## Saved entries
*-*-*
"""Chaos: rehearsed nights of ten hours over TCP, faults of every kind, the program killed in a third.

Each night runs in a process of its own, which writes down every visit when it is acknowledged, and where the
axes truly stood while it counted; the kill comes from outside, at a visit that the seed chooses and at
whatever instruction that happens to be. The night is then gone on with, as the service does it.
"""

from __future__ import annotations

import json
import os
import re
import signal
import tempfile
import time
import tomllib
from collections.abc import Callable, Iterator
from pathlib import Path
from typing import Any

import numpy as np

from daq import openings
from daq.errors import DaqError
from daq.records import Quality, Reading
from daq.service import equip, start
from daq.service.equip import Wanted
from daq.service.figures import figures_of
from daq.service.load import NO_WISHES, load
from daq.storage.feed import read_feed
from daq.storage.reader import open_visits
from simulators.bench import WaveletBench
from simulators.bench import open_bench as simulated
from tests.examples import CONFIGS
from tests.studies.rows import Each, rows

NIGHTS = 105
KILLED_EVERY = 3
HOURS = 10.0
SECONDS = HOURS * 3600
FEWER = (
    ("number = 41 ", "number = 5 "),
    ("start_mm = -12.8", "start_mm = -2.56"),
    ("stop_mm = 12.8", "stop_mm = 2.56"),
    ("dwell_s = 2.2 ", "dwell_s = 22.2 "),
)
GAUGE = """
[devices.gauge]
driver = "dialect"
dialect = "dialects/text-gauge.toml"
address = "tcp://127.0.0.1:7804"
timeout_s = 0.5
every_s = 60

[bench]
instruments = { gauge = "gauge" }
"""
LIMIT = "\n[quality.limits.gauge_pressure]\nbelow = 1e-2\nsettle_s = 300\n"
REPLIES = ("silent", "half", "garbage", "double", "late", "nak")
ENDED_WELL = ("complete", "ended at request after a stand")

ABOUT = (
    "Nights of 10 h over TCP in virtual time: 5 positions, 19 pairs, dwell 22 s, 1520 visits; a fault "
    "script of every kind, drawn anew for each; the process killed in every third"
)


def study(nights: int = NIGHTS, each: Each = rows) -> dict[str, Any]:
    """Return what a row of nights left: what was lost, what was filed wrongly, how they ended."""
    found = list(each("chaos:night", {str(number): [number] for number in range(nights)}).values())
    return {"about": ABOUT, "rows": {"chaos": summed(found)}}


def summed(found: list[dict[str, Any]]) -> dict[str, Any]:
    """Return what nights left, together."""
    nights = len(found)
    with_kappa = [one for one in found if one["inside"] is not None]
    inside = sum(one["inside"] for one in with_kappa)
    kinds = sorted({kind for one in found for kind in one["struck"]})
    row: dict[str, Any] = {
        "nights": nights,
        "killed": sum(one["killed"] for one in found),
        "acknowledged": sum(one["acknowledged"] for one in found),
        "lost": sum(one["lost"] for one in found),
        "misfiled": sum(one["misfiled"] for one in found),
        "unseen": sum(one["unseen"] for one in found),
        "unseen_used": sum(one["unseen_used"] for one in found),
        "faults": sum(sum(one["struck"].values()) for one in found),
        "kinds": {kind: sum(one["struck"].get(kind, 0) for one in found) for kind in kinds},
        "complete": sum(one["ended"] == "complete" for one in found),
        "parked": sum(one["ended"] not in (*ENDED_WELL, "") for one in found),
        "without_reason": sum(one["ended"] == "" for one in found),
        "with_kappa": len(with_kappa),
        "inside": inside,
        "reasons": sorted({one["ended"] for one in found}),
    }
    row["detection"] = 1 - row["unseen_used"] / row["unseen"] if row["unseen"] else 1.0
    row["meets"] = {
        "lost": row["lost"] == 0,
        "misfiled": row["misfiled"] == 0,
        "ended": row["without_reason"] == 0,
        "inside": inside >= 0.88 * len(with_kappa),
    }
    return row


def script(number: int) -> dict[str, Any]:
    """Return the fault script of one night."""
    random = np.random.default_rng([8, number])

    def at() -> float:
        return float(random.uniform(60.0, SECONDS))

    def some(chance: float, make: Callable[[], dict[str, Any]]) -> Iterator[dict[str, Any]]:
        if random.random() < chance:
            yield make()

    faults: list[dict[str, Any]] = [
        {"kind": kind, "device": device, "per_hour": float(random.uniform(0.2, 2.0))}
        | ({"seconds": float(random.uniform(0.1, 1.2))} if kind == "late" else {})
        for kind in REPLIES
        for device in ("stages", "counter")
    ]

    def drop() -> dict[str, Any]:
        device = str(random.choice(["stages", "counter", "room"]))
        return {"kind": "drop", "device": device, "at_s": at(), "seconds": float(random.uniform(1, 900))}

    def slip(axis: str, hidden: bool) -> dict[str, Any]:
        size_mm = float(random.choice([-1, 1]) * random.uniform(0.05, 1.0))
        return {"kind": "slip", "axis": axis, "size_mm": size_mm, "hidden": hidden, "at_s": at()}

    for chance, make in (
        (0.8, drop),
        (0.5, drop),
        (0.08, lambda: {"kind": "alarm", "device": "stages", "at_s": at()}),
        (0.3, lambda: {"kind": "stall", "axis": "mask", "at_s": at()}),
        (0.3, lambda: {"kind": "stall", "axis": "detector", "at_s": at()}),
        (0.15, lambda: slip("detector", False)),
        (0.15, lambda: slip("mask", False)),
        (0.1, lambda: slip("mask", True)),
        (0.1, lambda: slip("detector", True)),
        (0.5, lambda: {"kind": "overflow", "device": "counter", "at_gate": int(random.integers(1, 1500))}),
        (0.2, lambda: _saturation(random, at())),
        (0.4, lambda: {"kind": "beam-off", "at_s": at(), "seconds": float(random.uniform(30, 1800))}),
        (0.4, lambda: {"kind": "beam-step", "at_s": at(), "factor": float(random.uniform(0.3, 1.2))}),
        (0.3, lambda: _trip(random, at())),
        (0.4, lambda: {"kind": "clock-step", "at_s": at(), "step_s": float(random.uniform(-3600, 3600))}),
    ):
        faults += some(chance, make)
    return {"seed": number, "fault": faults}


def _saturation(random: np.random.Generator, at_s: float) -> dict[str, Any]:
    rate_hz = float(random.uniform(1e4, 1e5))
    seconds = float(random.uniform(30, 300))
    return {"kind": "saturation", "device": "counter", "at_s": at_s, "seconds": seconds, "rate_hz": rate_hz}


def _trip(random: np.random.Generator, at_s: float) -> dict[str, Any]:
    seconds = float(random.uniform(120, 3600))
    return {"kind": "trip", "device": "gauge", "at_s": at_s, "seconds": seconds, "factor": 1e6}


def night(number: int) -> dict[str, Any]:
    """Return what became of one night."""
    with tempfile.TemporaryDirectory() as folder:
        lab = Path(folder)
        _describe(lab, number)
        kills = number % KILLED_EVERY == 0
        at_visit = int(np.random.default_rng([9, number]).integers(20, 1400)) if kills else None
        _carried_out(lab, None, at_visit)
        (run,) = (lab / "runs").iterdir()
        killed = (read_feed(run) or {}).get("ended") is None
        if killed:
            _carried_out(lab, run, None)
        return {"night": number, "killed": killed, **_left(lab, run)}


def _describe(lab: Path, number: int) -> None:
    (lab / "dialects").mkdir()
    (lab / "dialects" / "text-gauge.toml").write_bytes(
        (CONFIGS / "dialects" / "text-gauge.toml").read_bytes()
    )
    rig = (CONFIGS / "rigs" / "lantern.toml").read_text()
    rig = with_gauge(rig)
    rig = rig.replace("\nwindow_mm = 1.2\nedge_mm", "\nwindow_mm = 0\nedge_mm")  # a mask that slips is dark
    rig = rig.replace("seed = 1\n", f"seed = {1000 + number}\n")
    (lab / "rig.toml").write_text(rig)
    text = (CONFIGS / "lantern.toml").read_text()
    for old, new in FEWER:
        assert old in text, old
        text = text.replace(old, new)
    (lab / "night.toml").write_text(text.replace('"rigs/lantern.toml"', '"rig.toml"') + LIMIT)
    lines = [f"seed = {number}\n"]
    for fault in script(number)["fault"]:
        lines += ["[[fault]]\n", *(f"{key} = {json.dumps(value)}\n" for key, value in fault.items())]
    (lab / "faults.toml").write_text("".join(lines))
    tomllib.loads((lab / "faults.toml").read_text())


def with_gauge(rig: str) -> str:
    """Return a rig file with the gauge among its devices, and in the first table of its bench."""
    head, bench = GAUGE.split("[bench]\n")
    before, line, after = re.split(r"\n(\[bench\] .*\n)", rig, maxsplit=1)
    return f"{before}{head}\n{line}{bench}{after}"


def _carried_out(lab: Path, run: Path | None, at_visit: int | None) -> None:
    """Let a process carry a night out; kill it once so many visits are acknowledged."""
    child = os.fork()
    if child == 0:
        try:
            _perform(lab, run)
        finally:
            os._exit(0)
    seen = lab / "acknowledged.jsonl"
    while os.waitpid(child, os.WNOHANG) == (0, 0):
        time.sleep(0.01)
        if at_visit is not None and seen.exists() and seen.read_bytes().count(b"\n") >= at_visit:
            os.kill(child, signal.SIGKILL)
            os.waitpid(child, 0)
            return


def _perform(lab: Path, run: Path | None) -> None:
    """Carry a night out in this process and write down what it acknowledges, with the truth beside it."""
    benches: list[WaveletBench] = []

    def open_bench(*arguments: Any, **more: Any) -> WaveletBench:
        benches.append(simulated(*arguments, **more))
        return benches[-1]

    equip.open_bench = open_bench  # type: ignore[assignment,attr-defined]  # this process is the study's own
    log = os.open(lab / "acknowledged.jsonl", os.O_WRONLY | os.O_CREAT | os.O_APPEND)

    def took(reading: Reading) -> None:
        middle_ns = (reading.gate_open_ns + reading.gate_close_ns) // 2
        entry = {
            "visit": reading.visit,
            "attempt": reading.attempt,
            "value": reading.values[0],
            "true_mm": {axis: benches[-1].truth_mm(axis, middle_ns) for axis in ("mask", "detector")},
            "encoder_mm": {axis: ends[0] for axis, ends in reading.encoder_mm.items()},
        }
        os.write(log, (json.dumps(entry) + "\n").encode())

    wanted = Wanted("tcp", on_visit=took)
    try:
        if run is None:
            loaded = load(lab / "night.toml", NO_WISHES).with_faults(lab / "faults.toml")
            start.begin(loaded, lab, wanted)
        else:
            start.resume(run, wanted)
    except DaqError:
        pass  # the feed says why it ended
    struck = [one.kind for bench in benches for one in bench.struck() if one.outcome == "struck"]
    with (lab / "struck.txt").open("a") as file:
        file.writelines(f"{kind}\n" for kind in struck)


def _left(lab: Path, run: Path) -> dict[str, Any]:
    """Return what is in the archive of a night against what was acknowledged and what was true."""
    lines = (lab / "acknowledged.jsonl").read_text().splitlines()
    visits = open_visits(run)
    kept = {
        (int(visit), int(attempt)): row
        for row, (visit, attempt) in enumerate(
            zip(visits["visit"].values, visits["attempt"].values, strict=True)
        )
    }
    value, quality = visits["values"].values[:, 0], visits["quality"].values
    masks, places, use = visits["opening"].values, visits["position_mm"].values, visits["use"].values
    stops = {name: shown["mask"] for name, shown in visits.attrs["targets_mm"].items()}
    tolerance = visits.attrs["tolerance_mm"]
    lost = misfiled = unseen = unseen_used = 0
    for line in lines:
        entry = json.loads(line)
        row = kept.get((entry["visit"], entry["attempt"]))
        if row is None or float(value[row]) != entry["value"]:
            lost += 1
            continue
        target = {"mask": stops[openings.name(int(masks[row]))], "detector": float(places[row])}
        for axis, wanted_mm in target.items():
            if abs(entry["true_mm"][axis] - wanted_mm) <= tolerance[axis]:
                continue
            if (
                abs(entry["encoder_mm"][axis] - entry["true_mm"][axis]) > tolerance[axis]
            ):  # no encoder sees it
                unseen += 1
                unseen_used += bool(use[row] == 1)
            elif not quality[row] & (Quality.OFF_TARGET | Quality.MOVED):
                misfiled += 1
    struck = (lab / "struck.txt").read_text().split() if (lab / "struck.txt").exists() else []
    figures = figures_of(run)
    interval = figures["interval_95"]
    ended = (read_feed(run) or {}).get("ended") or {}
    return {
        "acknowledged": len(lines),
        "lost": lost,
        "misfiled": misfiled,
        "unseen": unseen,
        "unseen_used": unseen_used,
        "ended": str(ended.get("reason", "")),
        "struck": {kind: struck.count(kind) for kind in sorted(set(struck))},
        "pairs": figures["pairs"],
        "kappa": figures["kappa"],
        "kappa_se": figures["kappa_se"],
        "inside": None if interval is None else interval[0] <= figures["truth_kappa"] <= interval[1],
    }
*-*-*
## Exercise objective
The answer must be the number of lines in the records where the string "storage" is found, stated alone.

## Answer for the task
2